This article was originally published on Christoper Buddle’s blog, Arthropod Ecology.
The talented graduate student (and all-around great guy) Morgan Jackson recently posted a question on Twitter, asking for advice on the art of delegation, from an academic perspective. This question really struck me as important, for graduate students who are pursuing academic careers and for tenure-track academics. The reason why is pretty obvious: without learning how to delegate, burnout is inevitable.

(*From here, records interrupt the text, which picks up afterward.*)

import { z } from 'zod';
import { viewRoute } from '@/app/api/view/view-route';
import { readScope } from '@/lib/domain/stored-scope';
import { notFound } from '@/lib/errors';
import { readRecordFile } from '@/lib/services/read-record-file';

const asked = z.object({
  sha256: z.string().regex(/^[0-9a-f]{64}$/),
  kind: z.enum(['thumb', 'plate', 'copy']),
});

export const GET = viewRoute<{ link: string; sha256: string; kind: string }>(async ({ link, params }) => {
  const parsed = asked.safeParse(params);
  if (!parsed.success) throw notFound('file');
  const file = await readRecordFile({ machineId: link.machineId, scope: readScope(link.scope), ...parsed.data });
  return new Response(file.body, { headers: file.headers });
});
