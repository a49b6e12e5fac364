import type { Amount, FluidPoint, UnitCode } from '@/lib/evidence/format';
import { fillTolerancePercent } from '@/lib/domain/checks';
import { pourFrom, type Lot } from '@/lib/domain/shelf';
import { convert, Decimal, formatAmount, parseNumber, readableAmount, sumAmounts, units } from '@/lib/domain/units';
import type { WorksheetAmount } from '@/lib/domain/worksheet';

/** An amount as typed, once it can be read; undefined while it cannot. */
export function readAmount({ amount, unit }: { amount?: string; unit?: UnitCode }): Amount | undefined {
  if (amount === undefined || unit === undefined) return undefined;
  const number = parseNumber(amount);
  if (!number.ok || new Decimal(number.amount).lte(0)) return undefined;
  return { amount: number.amount, unit };
}

/** What has gone in so far, in the first amount's unit; undefined before the first readable amount. */
export function fillTotal(amounts: readonly WorksheetAmount[]): Amount | undefined {
  const readable = amounts.flatMap((item) => readAmount(item) ?? []);
  const dimension = readable[0] && units[readable[0].unit].dimension;
  const alike = readable.filter(({ unit }) => units[unit].dimension === dimension);
  return alike.length === 0 ? undefined : sumAmounts(alike);
}

/** The specified amount a fill is compared with: the one printed in the fill's own unit, else the first of its kind. */
export function specifiedFor(
  point: FluidPoint | undefined,
  fillKind: 'wet' | 'dry' | undefined,
  unit: UnitCode,
): Amount | undefined {
  const printed = (fillKind === 'dry' ? point?.dryFill : point?.wetFill) ?? [];
  return (
    printed.find((amount) => amount.unit === unit) ??
    printed.find((amount) => units[amount.unit].dimension === units[unit].dimension)
  );
}

/** How a fill compares with what is specified; both ends of the tolerance belong to it. */
export function judgeFill(total: Amount, specified: Amount): 'as specified' | 'near' | 'more' | 'less' {
  const percent = convert(total.amount, total.unit, specified.unit).div(specified.amount).times(100).minus(100);
  if (percent.isZero()) return 'as specified';
  if (percent.abs().lte(fillTolerancePercent)) return 'near';
  return percent.isPositive() ? 'more' : 'less';
}

/** Ends of the drawn rule: room above the specified figure, and above a fill that went beyond it. */
export function ruleEnd(specified: number, value: number | undefined): number {
  const roomAboveFactor = 1.2;
  return Math.max(specified, Math.min(value ?? 0, specified * 2)) * roomAboveFactor;
}

/** The converted line under a fill: millilitres or litres for US and imperial figures, US quarts for metric ones. */
export function companionUnit(unit: UnitCode): UnitCode {
  if (unit === 'mL') return '[foz_us]';
  if (unit === 'L') return '[qt_us]';
  return unit === '[foz_us]' || unit === '[foz_br]' ? 'mL' : 'L';
}

/**
 * How an amount comes out of the bottles of a lot, in one sentence.
 *
 * @example pourSentence({ amount: '30', unit: '[foz_us]' }, lot) // 'From a 32 US fl oz bottle: pour off 2 US fl oz, then all of it. 2 US fl oz stay in lot 14.'
 */
export function pourSentence(wanted: Amount, lot: Pick<Lot, 'containerSize' | 'seq'>): string | undefined {
  const size = lot.containerSize;
  if (!size || units[size.unit].dimension !== units[wanted.unit].dimension) return undefined;
  const { containers, pourOff } = pourFrom(wanted, size);
  const isWhole = new Decimal(pourOff.amount).isZero();
  const bottle = formatAmount(size);
  const rest = readableAmount(pourOff).replace(/^[al]/, (letter) => letter.toUpperCase());
  const stays = `${rest} ${pourOff.amount === '1' ? 'stays' : 'stay'} in lot ${lot.seq}.`;
  if (containers === 1) {
    return isWhole
      ? `From a ${bottle} bottle: all of it.`
      : `From a ${bottle} bottle: pour off ${readableAmount(pourOff)}, then all of it. ${stays}`;
  }
  if (isWhole) return `${containers} whole bottles of ${bottle}.`;
  return `${containers - 1} whole ${containers === 2 ? 'bottle' : 'bottles'} of ${bottle}; from the next pour off ${readableAmount(pourOff)}, then all of it. ${stays}`;
}

/** A figure for a drawing only; never for a decision. */
export function drawnFigure(amount: Amount, unit: UnitCode): number {
  return convert(amount.amount, amount.unit, unit).toNumber();
}

/** Volume units offered by one tap: the person's own first, then what the manual prints, then the usual ones. */
export function offeredVolumes(own: UnitCode, point: FluidPoint | undefined): UnitCode[] {
  const printed = [...(point?.wetFill ?? []), ...(point?.dryFill ?? [])].map(({ unit }) => unit);
  const usual: UnitCode[] = own.includes('_br')
    ? ['[foz_br]', '[qt_br]', 'mL', 'L']
    : ['[foz_us]', '[qt_us]', 'mL', 'L'];
  const isImperial = own.includes('_br') || printed.some((unit) => unit.includes('_br'));
  const all = [...new Set([own, ...printed, ...usual, ...(isImperial ? (['[qt_br]'] as const) : [])])];
  return all.filter((unit) => units[unit].dimension === 'volume');
}
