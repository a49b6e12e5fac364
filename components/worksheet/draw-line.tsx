'use client';

import { useDraftInScreen } from '@/components/garage/draft-context';
import { DraftFigure, DraftSelect, RemoveItem } from '@/components/garage/draft-fields';
import type { Amount } from '@/lib/evidence/format';
import type { Lot } from '@/lib/domain/shelf';
import { formatAmount, units, unitsOf } from '@/lib/domain/units';
import { lotWords } from './draw-figures';
import { pourSentence, readAmount } from './fill-figures';

interface DrawLineProps {
  path: string;
  lot: Lot | undefined;
  lots: readonly Lot[];
  wanted: Amount | undefined;
}

/** One draw: its lot in words, what to pour, and the way to correct it. */
export function DrawLine({ path, lot, lots, wanted }: DrawLineProps) {
  const { view } = useDraftInScreen();
  const unit = lot?.unit ?? '{piece}';
  const amount = view.fields[`${path}/amount`];
  const drawn = readAmount({ ...(amount ? { amount } : {}), unit: lotUnit(view.fields[`${path}/unit`], unit) });
  const sentence = lot && wanted && amount === wanted.amount ? pourSentence(wanted, lot) : undefined;
  return (
    <div className="mt-2 border-b border-hair pb-2">
      <p className="text-lg font-medium">{lot ? lotWords(lot, drawn) : 'A lot that is not on this phone'}</p>
      {sentence ? <p className="tag">{sentence}</p> : null}
      <details className="mt-1">
        <summary className="flex min-h-11 items-center font-medium text-petrol underline underline-offset-4">
          {drawn ? `${formatAmount(drawn)} from it: change` : 'Change'}
        </summary>
        <div className="mt-2 space-y-3">
          <DraftSelect
            path={`${path}/lot`}
            label="Lot"
            options={[
              { value: '', label: 'Choose a lot' },
              ...lots.map((one) => ({ value: one.key, label: lotWords(one) })),
            ]}
          />
          <DraftFigure
            path={`${path}/amount`}
            unitPath={`${path}/unit`}
            usualUnit={unit}
            offered={unitsOf(units[unit].dimension).filter(
              (code) => code === unit || code === wanted?.unit || code === 'mL',
            )}
            label="Taken from it"
          />
          <RemoveItem path={path}>Not from this lot</RemoveItem>
        </div>
      </details>
    </div>
  );
}

function lotUnit(kept: string | undefined, fallback: Lot['unit']): Lot['unit'] {
  return kept !== undefined && kept in units ? (kept as Lot['unit']) : fallback;
}
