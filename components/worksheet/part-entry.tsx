'use client';

import { DraftItem, useDraftField } from '@/components/garage/draft-context';
import { ClearItem, DraftFigure, DraftText } from '@/components/garage/draft-fields';
import { parseNumber } from '@/lib/domain/units';
import { Button } from '@/components/ui/button';
import { DrawEntry } from './draw-entry';
import { useWorksheet } from './worksheet-context';

/** One part fitted: what, how many, from which lot. `spec` names a line of the spec sheet. */
export function PartEntry({ task, part }: { task: string; part: string }) {
  const { machine } = useWorksheet();
  const spec = machine?.terms?.parts.find((one) => one.part === part);
  const path = `tasks/${task}/parts/${part}`;
  const name = spec?.title ?? part.replaceAll('-', ' ').replace(/^./, (letter) => letter.toUpperCase());
  const quantity = useDraftField(`${path}/quantity`);
  const named = useDraftField(`${path}/name`);
  const isFitted = quantity.value !== '';
  const read = parseNumber(quantity.value);
  const isFree = spec === undefined && isUuid(part);
  return (
    <DraftItem path={path} seed={isFree ? {} : { name }}>
      <fieldset className="space-y-3">
        <legend className="figure mb-2 text-xl">{isFree ? 'Part' : name}</legend>
        {isFree ? <DraftText path={`${path}/name`} label="Name" /> : null}
        {isFitted || isFree ? (
          <PartFitted
            path={path}
            part={part}
            title={isFree ? named.value : name}
            amount={read.ok ? read.amount : undefined}
          />
        ) : (
          <FitNow path={path} quantity={spec?.quantity ?? '1'} />
        )}
      </fieldset>
    </DraftItem>
  );
}

const isUuid = (text: string): boolean => /^[0-9a-f]{8}-/.test(text);

function FitNow({ path, quantity }: { path: string; quantity: string }) {
  const { set } = useDraftField(`${path}/quantity`);
  return (
    <Button size="big" isWide onClick={() => set(quantity)}>
      Fitted, {quantity === '1' ? 'one new' : `${quantity} new`}
    </Button>
  );
}

interface PartFittedProps {
  path: string;
  part: string;
  title: string;
  amount: string | undefined;
}

function PartFitted({ path, part, title, amount }: PartFittedProps) {
  const { machine } = useWorksheet();
  const spec = machine?.terms?.parts.find((one) => one.part === part);
  const numbers = spec?.partNumbers ?? [];
  return (
    <>
      <div className="grid grid-cols-[7rem_minmax(0,1fr)] gap-3">
        <DraftFigure path={`${path}/quantity`} label="How many" isWhole />
        <DraftText
          path={`${path}/partNumber`}
          label="Part number"
          isOptional
          {...(numbers.length > 0 ? { hint: `Specified: ${numbers.join(', ')}.` } : {})}
        />
      </div>
      <DrawEntry
        item={path}
        kind="part"
        title={title}
        wanted={amount === undefined ? undefined : { amount, unit: '{piece}' }}
        {...(numbers.length > 0 ? { partNumbers: numbers } : {})}
      />
      <ClearItem path={path}>Not fitted</ClearItem>
    </>
  );
}
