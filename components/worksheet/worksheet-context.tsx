'use client';

import { createContext, use, useCallback, useMemo, type ReactNode } from 'react';
import { DraftProvider, useDraftInScreen } from '@/components/garage/draft-context';
import { useGarage } from '@/components/garage/garage-context';
import type { OpenDraft } from '@/components/garage/open-draft';
import type { GarageMachine, GaragePerson } from '@/components/garage/snapshot';
import type { Fields } from '@/lib/domain/field-changes';
import { balanceAfter, type Lot } from '@/lib/domain/shelf';
import { units } from '@/lib/domain/units';
import { fieldProblems, worksheetFrom, type Worksheet, type WorksheetDraw } from '@/lib/domain/worksheet';
import { readAmount } from './fill-figures';

interface WorksheetInScreen {
  id: string;
  worksheet: Worksheet;
  machine: GarageMachine | undefined;
  person: GaragePerson | undefined;
  lots: readonly Lot[];
}

const WorksheetContext = createContext<WorksheetInScreen | undefined>(undefined);

export function WorksheetProvider(props: { opened: OpenDraft; isAllShown: boolean; children: ReactNode }) {
  const { opened, isAllShown, children } = props;
  const { view } = useGarage();
  const { snapshot } = view;
  const { subject } = opened.view.draft;
  const machine = snapshot?.machines.find(({ id }) => id === subject);
  const lots = useMemo(() => snapshot?.shelves.flatMap((shelf) => shelf.lots) ?? [], [snapshot]);
  const judge = useCallback(
    (fields: Fields) =>
      fieldProblems(worksheetFrom(fields), {
        now: new Date().toISOString(),
        ...(machine?.terms ? { terms: machine.terms } : {}),
        ...(machine?.lastReading ? { readings: [machine.lastReading] } : {}),
        lots,
      }),
    [machine, lots],
  );
  return (
    <DraftProvider opened={opened} judge={judge} isAllShown={isAllShown}>
      <Inner id={opened.view.draft.id} machine={machine} person={snapshot?.person} lots={lots}>
        {children}
      </Inner>
    </DraftProvider>
  );
}

function Inner({
  children,
  id,
  machine,
  person,
  lots,
}: Omit<WorksheetInScreen, 'worksheet'> & { children: ReactNode }) {
  const { view } = useDraftInScreen();
  const worksheet = useMemo(() => worksheetFrom(view.fields), [view.fields]);
  const value = useMemo(() => ({ id, worksheet, machine, person, lots }), [id, worksheet, machine, person, lots]);
  return <WorksheetContext value={value}>{children}</WorksheetContext>;
}

export function useWorksheet(): WorksheetInScreen {
  const value = use(WorksheetContext);
  if (!value) throw new Error('This stands outside a worksheet.');
  return value;
}

/** Every draw of the worksheet, each with the item it belongs to (`tasks/<id>/fills/<id>`). */
export function drawsOf(worksheet: Worksheet): { item: string; draw: WorksheetDraw }[] {
  return worksheet.tasks.flatMap((task) => [
    ...task.fills.flatMap(({ id, draws }) => draws.map((draw) => ({ item: `tasks/${task.id}/fills/${id}`, draw }))),
    ...task.parts.flatMap(({ id, draws }) => draws.map((draw) => ({ item: `tasks/${task.id}/parts/${id}`, draw }))),
  ]);
}

/** Lots with what this worksheet takes already taken off; with `item`, only what it takes elsewhere. */
export function lotsBeside(lots: readonly Lot[], worksheet: Worksheet, item?: string): Lot[] {
  const others = drawsOf(worksheet).filter((one) => one.item !== item);
  return lots.map((lot) => {
    const taken = others.flatMap(({ draw }) => {
      const amount = draw.lot === lot.key ? readAmount(draw) : undefined;
      return amount && units[amount.unit].dimension === units[lot.unit].dimension ? [amount] : [];
    });
    return taken.length === 0 ? lot : { ...lot, balance: balanceAfter(lot.balance, taken) };
  });
}
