'use client';

import { useState } from 'react';
import { useDraftInScreen } from '@/components/garage/draft-context';
import { useGarage } from '@/components/garage/garage-context';
import type { Answer } from '@/components/garage/garage-api';
import { Button } from '@/components/ui/button';
import { Dialog } from '@/components/ui/dialog';
import { UserText } from '@/components/ui/user-text';
import { useWorksheet } from './worksheet-context';

function sentenceOf(answer: Answer<unknown>): string | undefined {
  if (answer.ok) return undefined;
  if (answer.why === 'refused') return answer.sentence;
  return answer.why === 'not-signed-in' ? 'Sign in first.' : 'This needs signal. Try again where there is some.';
}

/** For a worksheet begun on the wrong machine, or begun for nothing. */
export function MoveOrDiscard() {
  const { garage, view } = useGarage();
  const { opened } = useDraftInScreen();
  const { machine } = useWorksheet();
  const [isAsking, setIsAsking] = useState(false);
  const [problem, setProblem] = useState<string>();
  const others = view.snapshot?.machines.filter(({ id }) => id !== machine?.id) ?? [];
  async function move(subject: string) {
    if (garage) setProblem(sentenceOf(await garage.move(opened, subject)));
  }
  async function discard() {
    const answer = await garage?.discard(opened);
    setIsAsking(false);
    if (!answer?.ok) setProblem(answer && sentenceOf(answer));
    else window.location.replace('#list');
  }
  return (
    <section aria-label="Wrong machine, or begun for nothing" className="border-t border-line pt-3">
      <div className="flex flex-wrap gap-2.5">
        {others.map(({ id, name }) => (
          <Button key={id} size="big" onClick={() => void move(id)}>
            <span>
              Move to <UserText>{name}</UserText>
            </span>
          </Button>
        ))}
        <Button look="quiet" size="big" onClick={() => setIsAsking(true)}>
          Discard this worksheet
        </Button>
      </div>
      <p role="status" className="tone-gap mt-1">
        {problem}
      </p>
      <Dialog
        title="Discard this worksheet?"
        isOpen={isAsking}
        onClose={() => setIsAsking(false)}
        closeText="Keep it"
        actions={
          <Button size="big" onClick={() => void discard()}>
            Discard
          </Button>
        }
      >
        <p>What was typed and photographed here leaves your lists. Nothing of it has been sealed.</p>
      </Dialog>
    </section>
  );
}
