'use client';

import { DraftItem, useDraftField } from '@/components/garage/draft-context';
import { DraftChoice, DraftNotes } from '@/components/garage/draft-fields';
import { debrisGrades, type InspectionPoint } from '@/lib/domain/procedures';
import { DebrisFigure } from './debris-figure';
import { itemId } from './item-id';

/** What was found where somebody looked: a drawn grade for debris, words for the rest. */
export function InspectionEntry({ task, point }: { task: string; point: InspectionPoint }) {
  const path = `tasks/${task}/inspections/${itemId(point.subject)}`;
  const grade = useDraftField(`${path}/grade`).value;
  const chosen = debrisGrades.find((one) => one.grade === grade);
  return (
    <DraftItem path={path} seed={{ subject: point.subject }}>
      {point.kind === 'debris' ? (
        <DraftChoice
          path={`${path}/grade`}
          label={point.subject}
          hint={chosen?.text ?? 'What is on it before it is wiped.'}
          options={debrisGrades.map(({ grade: value, title }) => ({
            value,
            label: <span className="-mx-2 text-base whitespace-nowrap">{title}</span>,
            picture: <DebrisFigure grade={value} />,
          }))}
        />
      ) : null}
      <DraftNotes
        path={`${path}/note`}
        label={point.kind === 'debris' ? 'Seen besides' : point.subject}
        rows={2}
        isOptional={point.kind === 'debris'}
        className="mt-3"
      />
    </DraftItem>
  );
}
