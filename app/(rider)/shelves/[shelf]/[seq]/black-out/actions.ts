'use server';

import { revalidatePath } from 'next/cache';
import { redirect } from 'next/navigation';
import { z } from 'zod';
import { formAction } from '@/lib/auth/action';
import { paths } from '@/lib/paths';
import { blackOutInput, blackOutPicture } from '@/lib/services/black-out-picture';

const schema = blackOutInput.extend({
  shelf: z.uuid('Reload the page and try again.'),
  seq: z.coerce.number().int().min(0),
});

export const blackOutLineAction = formAction({ schema }, async ({ input, person }) => {
  const { shelf, seq, ...given } = input;
  const sealed = await blackOutPicture({ person, subject: { shelf }, seq, input: given });
  revalidatePath(paths.shelf(shelf), 'layout');
  redirect(paths.shelfEntry(shelf, sealed.seq));
});
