import { execFileSync, spawnSync } from 'node:child_process';
import { randomUUID } from 'node:crypto';
import { mkdtempSync, rmSync, writeFileSync } from 'node:fs';
import { tmpdir } from 'node:os';
import path from 'node:path';
import { Readable } from 'node:stream';
import sharp from 'sharp';
import { beforeEach, describe, expect, it } from 'vitest';
import type { PersonRow } from '@/db/models/people';
import { forSaleScope, usualScope, type Scope } from '@/lib/domain/scope';
import { scopeEffect } from '@/lib/domain/scope-effect';
import { openDisclosure } from '@/lib/evidence/disclosure';
import type { Attachment, Bundle } from '@/lib/evidence/format';
import { verifyBundle } from '@/lib/evidence/verify';
import { nameFiles } from '@/lib/packet/content';
import { blobStore } from '@/lib/ports/blob-store';
import { blackOutInput, blackOutPicture } from '@/lib/services/black-out-picture';
import { buildPacket, packetFile } from '@/lib/services/build-packet';
import { bundleRecord } from '@/lib/services/bundle-record';
import { confirmReceipt } from '@/lib/services/confirm-receipt';
import { eraseInput, erasePart } from '@/lib/services/erase-part';
import type { LogSubject } from '@/lib/services/log-of-owner';
import { publishedKeys } from '@/lib/services/log-keys';
import { readFileOf } from '@/lib/services/read-file';
import { readRecordFile } from '@/lib/services/read-record-file';
import { readRecord, readShelf } from '@/lib/services/read-record';
import { queuePacket } from '@/lib/services/request-packet';
import { receiveUpload } from '@/lib/services/receive-upload';
import { sealWorksheet } from '@/lib/services/seal-worksheet';
import { stampingSettled } from '@/lib/services/stamp-checkpoints';
import { strikeEntry, strikeInput } from '@/lib/services/strike-entry';
import { whatCanBeOpened } from '@/lib/services/what-can-be-opened';
import { makePerson, resetTestDatabase, useTestDatabase } from '../../setup/test-database';
import { draftWith, lendAHand, oilChange, receiptFields, riderWithMachine, typeInto } from './garage-story';

useTestDatabase();
beforeEach(resetTestDatabase);

const box = { left: 0.25, top: 0.25, width: 0.25, height: 0.25 };
const input = (picture: string, more: object = {}) =>
  blackOutInput.parse({ picture, boxes: JSON.stringify([box]), reason: '', key: randomUUID(), ...more });

async function sendPicture(person: PersonRow, draft: string, role: string, colour: string): Promise<void> {
  const picture = await sharp({ create: { width: 320, height: 240, channels: 3, background: colour } }).jpeg().toBuffer(); // prettier-ignore
  const id = randomUUID();
  await receiveUpload({ person, query: { id, draft, name: 'photo.jpg' }, body: Readable.from([picture]) });
  await typeInto({ person, draft, fields: { [`photos/${id}/role`]: role } });
}

/** A receipt with its picture, line 1 of the shelf; a service that drew from it, with a picture, entry 2. */
async function riderWithPictures() {
  const rider = await riderWithMachine();
  const { person, machine, shelf } = rider;
  const receipt = await draftWith({ person, kind: 'receipt', subject: shelf, fields: receiptFields });
  await sendPicture(person, receipt, 'receipt-front', '#f5f5f4');
  const purchase = await confirmReceipt({ person, draftId: receipt });
  const draftId = await draftWith({ person, kind: 'worksheet', subject: machine, fields: oilChange(purchase) });
  await sendPicture(person, draftId, 'as-found', '#7f1d1d');
  const { seq } = await sealWorksheet({ person, draftId });
  const { entries } = await readShelf({ shelfId: shelf });
  const bought = entries[purchase.seq]!.purchase!.attachments[0]!;
  const found = (await readRecord({ machineId: machine })).entries[seq]!.attachments[0]!;
  const copyOf = ({ copy }: Attachment) => copy!.sha256;
  const black = (subject: LogSubject, of: number, picture: string, more: object = {}) =>
    blackOutPicture({ person, subject, seq: of, input: input(picture, more) });
  return { ...rider, purchase, seq, oldReceipt: copyOf(bought), oldFound: copyOf(found), black };
}

async function judged(machineId: string, scope: Scope) {
  await stampingSettled();
  const { text, bundle } = await bundleRecord({ machineId, purpose: '', number: 'W-0001', scope });
  const own = verifyBundle({ bundleText: text, key: publishedKeys()[0]?.verifierKey });
  const folder = mkdtempSync(path.join(tmpdir(), 'black-'));
  const file = path.join(folder, 'record.json');
  writeFileSync(file, text);
  const other = spawnSync('python3', ['tests/outside/independent_verifier.py', file], { encoding: 'utf8' });
  rmSync(folder, { recursive: true });
  const made = own.remarks.filter(({ code }) => code === 'copy-by-installation').map(({ sentence }) => sentence);
  return { bundle, made, verdicts: [own.alterations, own.outcome, other.status] };
}
const namedIn = ({ files }: Bundle) => files.map(({ sha256 }) => sha256);
const namesOpened = ({ logs }: Bundle) =>
  logs.flatMap(({ entries }) => entries.flatMap(({ parts }) => parts.map((one) => openDisclosure(one).name)));
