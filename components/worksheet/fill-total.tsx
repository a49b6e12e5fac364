'use client';

import { ShortRule } from '@/components/rule/short-rule';
import { fillTolerancePercent } from '@/lib/domain/checks';
import type { Amount, FluidPoint } from '@/lib/evidence/format';
import { formatAmount, formatConverted, units } from '@/lib/domain/units';
import type { WorksheetFill } from '@/lib/domain/worksheet';
import { companionUnit, drawnFigure, judgeFill, readAmount, ruleEnd, specifiedFor } from './fill-figures';

interface FillTotalProps {
  fill: WorksheetFill | undefined;
  spec: FluidPoint | undefined;
  total: Amount | undefined;
}

/** The running total, large once there are several amounts, over the rule with what is specified. */
export function FillTotal({ fill, spec, total }: FillTotalProps) {
  const kind = fill?.fillKind ?? (spec?.wetFill || !spec?.dryFill ? 'wet' : 'dry');
  const printed = (kind === 'dry' ? spec?.dryFill : spec?.wetFill) ?? [];
  const specified = total ? specifiedFor(spec, kind, total.unit) : printed[0];
  // With one amount the figure stands right above, as typed.
  const isSum = (fill?.amounts ?? []).flatMap((amount) => readAmount(amount) ?? []).length > 1;
  return (
    <div>
      {total && isSum ? (
        <p className="flex items-baseline gap-2 border-b border-ink pb-1" aria-live="polite">
          <span className="label mr-auto">Filled, {kind} fill, so far</span>
          <span className="figure text-[2.75rem]">{total.amount}</span>
          <span className="text-2xl text-soft">{units[total.unit].label}</span>
        </p>
      ) : null}
      {specified ? <FillRule total={total} specified={specified} /> : null}
      {total && !specified ? (
        <p className="tag mt-1.5">
          {formatConverted(total.amount, total.unit, companionUnit(total.unit))}. The spec sheet has no capacity for it.
        </p>
      ) : null}
    </div>
  );
}

const judgements = {
  'as specified': 'as specified',
  near: `within ${fillTolerancePercent} % of it`,
  more: 'more than specified',
  less: 'less than specified so far',
};

function FillRule({ total, specified }: { total: Amount | undefined; specified: Amount }) {
  const { unit } = specified;
  const full = drawnFigure(specified, unit);
  const value = total && drawnFigure(total, unit);
  const words = `specified ${formatAmount(specified)}`;
  const result = total && judgeFill(total, specified);
  const judged = result ? judgements[result] : '';
  const margin = (full * fillTolerancePercent) / 100;
  return (
    <ShortRule
      from={0}
      to={ruleEnd(full, value)}
      band={{ min: full - margin, max: full + margin }}
      {...(value === undefined ? {} : { value })}
      isMet={result === 'as specified' || result === 'near'}
      bandText={words}
      {...(total
        ? { valueText: `${formatConverted(total.amount, total.unit, companionUnit(total.unit))}, ${judged}` }
        : {})}
      title={total ? `${formatAmount(total)}, ${judged}: ${words}` : `Nothing filled yet, ${words}`}
    />
  );
}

The issue of how to delegate is, of course, common and widespread in the business community but academia is a bit peculiar. Let me explain my perspective: In some cases, delegation is straightforward, especially if a staff member is paid to do a particular job and if roles and responsibilities are well defined. Although these kinds of hierarchies exist in universities and research institutes, these environments often include a high amount of volunteerism and some aspects of universities (and research more generally) are run on collegiality and community-minded thinking. Scientific societies would disintegrate if people didn’t share the workload, and if society presidents weren’t able to delegate work to (often unpaid!) treasurers, webmasters and scholarship committees. Universities wouldn’t operate effectively if professors didn’t agree to sit on committees, often delegated by the chairperson. Research laboratories would be unhappy places if some of the chores weren’t delegated, from making sure coffee supplies are well stocked, to ordering supplies – sometimes a paid technician does this work, but not always….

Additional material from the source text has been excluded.